■ The problem
Whenever a line below mentions the word "type", that line should be copied.

———

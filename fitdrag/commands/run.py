"""``fitdrag run JOB.toml``: fit, uncertainty budget, conformity decision, certificate, record.

A thin layer over :mod:`fitdrag.run.pipeline`, whose steps are:

1. :func:`fitdrag.run.jobs.load_job` — read and validate the job file (nothing is written if it
   is wrong);
2. read every throw's track, fit them together (:func:`fitdrag.fit.fitting.fit_tracks`);
3. the GUM uncertainty budget with sensitivities from re-fits
   (:func:`fitdrag.uncertainty.budget.budget_from_model` over :class:`fitdrag.uncertainty.budget.DragRefitModel`),
   and optionally the Monte Carlo check (:func:`fitdrag.uncertainty.budget.monte_carlo`);
4. the conformity decision (:func:`fitdrag.uncertainty.decision.decide`);
5. in one records transaction: allocate the certificate number, render the PDF, PNG and
   JSON to temporary files, store the record, then give the files their final names.
"""

from __future__ import annotations

import argparse
import sys

# the pipeline's pieces, re-exported for callers that import them from here
from fitdrag.run.pipeline import FitFailed, issue, measure  # noqa: F401
from fitdrag.run.pipeline import summary as _summary  # noqa: F401

EXAMPLE = """\
Example:
  fitdrag new-job ball.toml        # write a commented job file, then edit it
  fitdrag run ball.toml --monte-carlo 10000

Writes NUMBER.pdf (the certificate), NUMBER.png (its first page) and NUMBER.json (the full
result) to the job's output directory and adds the record to its records database.
Exit codes: 0 issued, 2 bad job file or input, 3 the fit (or a re-fit) did not converge.
"""


def register(subparsers) -> argparse.ArgumentParser:
    p = subparsers.add_parser(
        "run",
        help="run a job file: fit, uncertainty budget, decision, certificate and record",
        description=(
            "Run the measurement described by a job file: fit the drag coefficient to the "
            "throws, build the uncertainty budget, decide conformity with the stated "
            "specification, and issue a numbered certificate (PDF and PNG) with its JSON "
            "result and a record in the records database."
        ),
        epilog=EXAMPLE,
        formatter_class=argparse.RawDescriptionHelpFormatter,
    )
    p.add_argument("job", metavar="JOB.toml", help="job file")
    p.add_argument(
        "--monte-carlo", type=int, metavar="N", default=None,
        help="also propagate the input distributions by N Monte Carlo re-fits (JCGM 101); "
        "overrides [uncertainty] monte_carlo",
    )  # fmt: skip
    p.add_argument(
        "--adaptive", action="store_true",
        help="Monte Carlo: stop early once the results are stable (JCGM 101 7.9); N is the cap",
    )  # fmt: skip
    p.add_argument("--seed", type=int, default=None, help="Monte Carlo random seed")
    p.add_argument(
        "--workers", type=int, default=None, metavar="N",
        help="processes for the Monte Carlo re-fits (default: up to 2)",
    )  # fmt: skip
    p.add_argument(
        "--records", metavar="PATH", default=None,
        help="records database to use (default: records.sqlite in the output directory)",
    )  # fmt: skip
    p.add_argument(
        "--replaces", metavar="NUMBER", default=None,
        help="this certificate replaces (withdraws) the certificate NUMBER",
    )  # fmt: skip
    p.add_argument("--force", action="store_true", help="overwrite existing output files")
    p.add_argument("--quiet", action="store_true", help="no progress bars")
    return p


# ---------------------------------------------------------------------------------------------
# measurement (no files written)
# ---------------------------------------------------------------------------------------------


def run(args) -> int:
    from fitdrag.run.job_file import load_job

    job = load_job(args.job)
    progress = (not args.quiet) and sys.stderr.isatty()
    try:
        meas = measure(
            job, monte_carlo=args.monte_carlo, adaptive=args.adaptive or None, seed=args.seed,
            workers=args.workers, progress=progress,
        )  # fmt: skip
    except FitFailed as exc:
        print(f"fitdrag run: {exc}; no certificate issued.", file=sys.stderr)
        return 3
    print(_summary(meas))
    rec, db_path = issue(meas, records_path=args.records, replaces=args.replaces,
                         force=args.force)  # fmt: skip
    print(f"certificate {rec.number} issued" + (f", replacing {rec.replaces}" if rec.replaces
                                                 else ""))  # fmt: skip
    for kind, path in rec.outputs.items():
        print(f"  {kind:<16} {path}")
    print(f"  {'record':<16} {db_path}")
    return 0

———

■ Exercise response
        "--monte-carlo", type=int, metavar="N", default=None,
    p.add_argument("--seed", type=int, default=None, help="Monte Carlo random seed")
        "--workers", type=int, default=None, metavar="N",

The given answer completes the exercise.